Kek yaparken her zaman dikkat etmemiz gereken 4 nokta;

1.Mikseri veya çırpıcıyı hep aynı yöne doğru hareket ettirmeliyiz.Yani saat yönünde çırpıyorsak devamında da kesinlikle yön değiştirmemeliyiz.Bu kabarmasını etkiler.
2.Çırpma işlemi bittikten sonra mikseri veya çırpıcıyı kabımızın kenarına, üzerinde kalanları temizlemek için vurmamalıyız.Bu da kabarmasını etkiler.
3.Kabartma tozunu unun içine ekleyip karıştırıyoruz ve bunu mutlaka elekten geçiriyoruz.

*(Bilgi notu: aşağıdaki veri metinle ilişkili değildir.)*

import { computed, effect, signal, untracked } from '@preact/signals';
import type { Model } from '../../core/form/model.ts';
import type { Scheme } from '../../core/scheme/schema.ts';
import type { ExposureDates } from '../../core/study/exposure-dates.ts';
import { civilOf } from '../../core/sun/civil.ts';
import { seasons } from '../../core/sun/seasons.ts';
import { runMap, stopMap } from '../jobs/map-run.ts';
import { scheme } from '../state/document.ts';
import { civil } from '../state/moment.ts';
import { stage } from '../state/stage.ts';
import { type JobState, model } from '../state/studies.ts';
import { cellCount, type MapFaces, type MapGround, mapSurfaces } from './map-ask.ts';
import type { MapPicture, Quantity, Side } from './map-picture.ts';

/** For when a map is asked: the clock's day, the four turning days of its year, a span of dates, or the whole year. */
export type MapWhen = 'day' | 'turns' | 'span' | 'year';

// What is asked for.

export const quantity = signal<Quantity | 'off'>('off');
export const faces = signal<MapFaces>('proposal');
export const ground = signal<MapGround>('site');
export const when = signal<MapWhen>('day');
export const span = signal<{ readonly first: string; readonly last: string }>({
  first: '2025-06-01',
  last: '2025-08-31',
});
/** Turns to a span of dates: the last one asked for, or the summer months of the clock's year where that was of another year. */
export function askForSpan(): void {
  const year = date.peek().slice(0, 4);
  if (!span.peek().last.startsWith(year)) span.value = { first: `${year}-06-01`, last: `${year}-08-31` };
  when.value = 'span';
}

export const step_min = signal(5);
export const spacing_m = signal(1);
export const isChangeWanted = signal(false);

export const isMapOn = computed(() => quantity.value !== 'off');
/** What stands in the map, or what the proposal changes. */
export const side = computed<Side>(() => (isChangeWanted.value ? 'change' : stage.value));

const yearOfClock = computed(() => Number(civil.value.date.slice(0, 4)));

/** The solstices and equinoxes of the clock's year, as dates of the site. */
const turningDays = computed((): readonly string[] => {
  const zone = scheme.value?.site.zone;
  if (zone === undefined) return [];
  const s = seasons(yearOfClock.value);
  const turns = [s.marchEquinox_ms, s.juneSolstice_ms, s.septemberEquinox_ms, s.decemberSolstice_ms];
  return turns.map((ms) => civilOf(ms, zone).date);
});

const date = computed(() => civil.value.date);

/** The dates that are asked for. */
export const mapDates = computed<ExposureDates>(() => {
  if (when.value === 'day') return { dates: [date.value] };
  if (when.value === 'turns') return { dates: turningDays.value };
  return when.value === 'year' ? { year: yearOfClock.value } : { between: [span.value.first, span.value.last] };
});

export const surfaces = computed(() => {
  const shapes = model.value?.value;
  return shapes === undefined ? [] : mapSurfaces(shapes, faces.value, ground.value);
});

export const cells = computed(() => {
  const shapes = model.value?.value;
  return shapes === undefined ? 0 : cellCount(shapes, surfaces.value, spacing_m.value);
});

/** One text for one question about a scheme. */
const asked = computed(() =>
  JSON.stringify([faces.value, ground.value, mapDates.value, step_min.value, spacing_m.value]),
);

// What has come back.

export type ShownMap = {
  readonly key: string;
  readonly scheme: Scheme;
  readonly model: Model;
  readonly picture: MapPicture;
  readonly dates: ExposureDates;
  readonly step_min: number;
  readonly spacing_m: number;
  /** Days whose mean is shown; 1 where the whole is. */
  readonly meanOf: number;
  /** Whether the light of sky and ground is in it: without it there are only sun hours to show. */
  readonly hasEnergy: boolean;
};

export const map = signal<ShownMap | null>(null);
export const mapJob = signal<JobState>({ kind: 'idle' });
/** Counts what arrives, so that drawings know that the numbers of the map have grown. */
export const arrivals = signal(0);
/** A map of no more cells and days than these takes a moment: it is worked out again by itself when the scheme changes. */
const QUICK_CELLS = 10_000;
const QUICK_DAYS = 4;
const isQuick = computed(() => {
  const dates = mapDates.value;
  return cells.value <= QUICK_CELLS && 'dates' in dates && dates.dates.length <= QUICK_DAYS;
});

/** Whether the map on the drawing is one of an earlier scheme, and stays so until it is asked for again. */
export const isMapStale = computed(() => map.value !== null && map.value.scheme !== scheme.value && !isQuick.value);

/** Maps of the scheme on the desk, the latest last. */
let remembered: ShownMap[] = [];
const MOST_REMEMBERED = 6;
/** How long the desk waits for more changes before it begins a map [ms]. */
const PAUSE_ms = 250;
/** The question that is being worked out. */
let inHand: { readonly key: string; readonly scheme: Scheme; readonly hasEnergy: boolean } | null = null;
let waiting: ReturnType<typeof setTimeout> | null = null;

/** Drawings hear of what arrives so many times a second at most: each time they are coloured anew. */
const ARRIVE_EVERY_ms = 150;
let isArriving = false;

function arrive(): void {
  if (isArriving) return;
  isArriving = true;
  setTimeout(() => {
    isArriving = false;
    arrivals.value++;
  }, ARRIVE_EVERY_ms);
}

/** Works out the map that is asked for, or takes it from memory. */
export async function workOutMap(): Promise<void> {
  const [of, shapes] = [scheme.peek(), model.peek()];
  if (of === null || shapes === null || shapes.scheme !== of || surfaces.peek().length === 0) return;
  const key = asked.peek();
  remembered = remembered.filter((m) => m.scheme === of);
  const hasEnergy = quantity.peek() === 'energy';
  const known = remembered.find((m) => m.key === key && (m.hasEnergy || !hasEnergy));
  if (known !== undefined) {
    stopMap();
    inHand = null;
    map.value = known;
    mapJob.value = { kind: 'idle' };
    return;
  }
  if (inHand?.key === key && inHand.scheme === of && (inHand.hasEnergy || !hasEnergy)) return;
  const mine = { key, scheme: of, hasEnergy };
  inHand = mine;
  const ask = {
    ...mapDates.peek(),
    surfaces: surfaces.peek(),
    step_min: step_min.peek(),
    spacing_m: spacing_m.peek(),
    hasDiffuse: hasEnergy,
  };
  const facts = {
    key,
    scheme: of,
    model: shapes.value,
    dates: mapDates.peek(),
    step_min: ask.step_min,
    spacing_m: ask.spacing_m,
  };
  const meanOf = when.peek() === 'turns' ? turningDays.peek().length : 1;
  mapJob.value = { kind: 'working', done: 0, total: 0 };
  let shown: ShownMap | null = null;
  const outcome = await runMap(of, ask, {
    onBegin: (picture) => {
      shown = { ...facts, picture, meanOf, hasEnergy };
      map.value = shown;
    },
    onTile: arrive,
    onProgress: (done, total) => {
      mapJob.value = { kind: 'working', done, total };
    },
  });
  if (inHand !== mine) return;
  inHand = null;
  arrivals.value++;
  mapJob.value = outcome.kind === 'failed' ? outcome : { kind: outcome.kind === 'done' ? 'idle' : 'stopped' };
  if (outcome.kind !== 'done' || shown === null) return;
  remembered = [...remembered, shown].slice(-MOST_REMEMBERED);
}

export function stopWorkingOut(): void {
  stopMap();
}

/** Begins maps when they are switched on or asked differently; after an edit only quick ones, others are marked out of date. */
export function followMaps(): void {
  let last: Scheme | null = null;
  effect(() => {
    const shapes = model.value;
    const of = scheme.value;
    if (!isMapOn.value) untracked(stopMap);
    if (!isMapOn.value || of === null || shapes?.scheme !== of) return;
    const key = asked.value;
    quantity.value;
    untracked(() => {
      const isEdit = last !== null && last !== of && map.peek()?.key === key;
      last = of;
      if (waiting !== null) clearTimeout(waiting);
      if (isEdit && !isQuick.peek()) return;
      waiting = setTimeout(() => void workOutMap(), PAUSE_ms);
    });
  });
}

4.Fırının kapağını keklerimiz iyice kabarmadan önce kesinlikle açmıyoruz, aralamıyoruz bile.Açmamızla birlikte düşen fırın içi ısısı keki anında söndürür.Birazcık sabredin, yukarıdaki noktalara dikkat ederseniz zaten kek kabarmadan önce pişmez:)

Bunlara dikkat ederseniz kekim neden kabarmadı demezsiniz;) Afiyet olsun.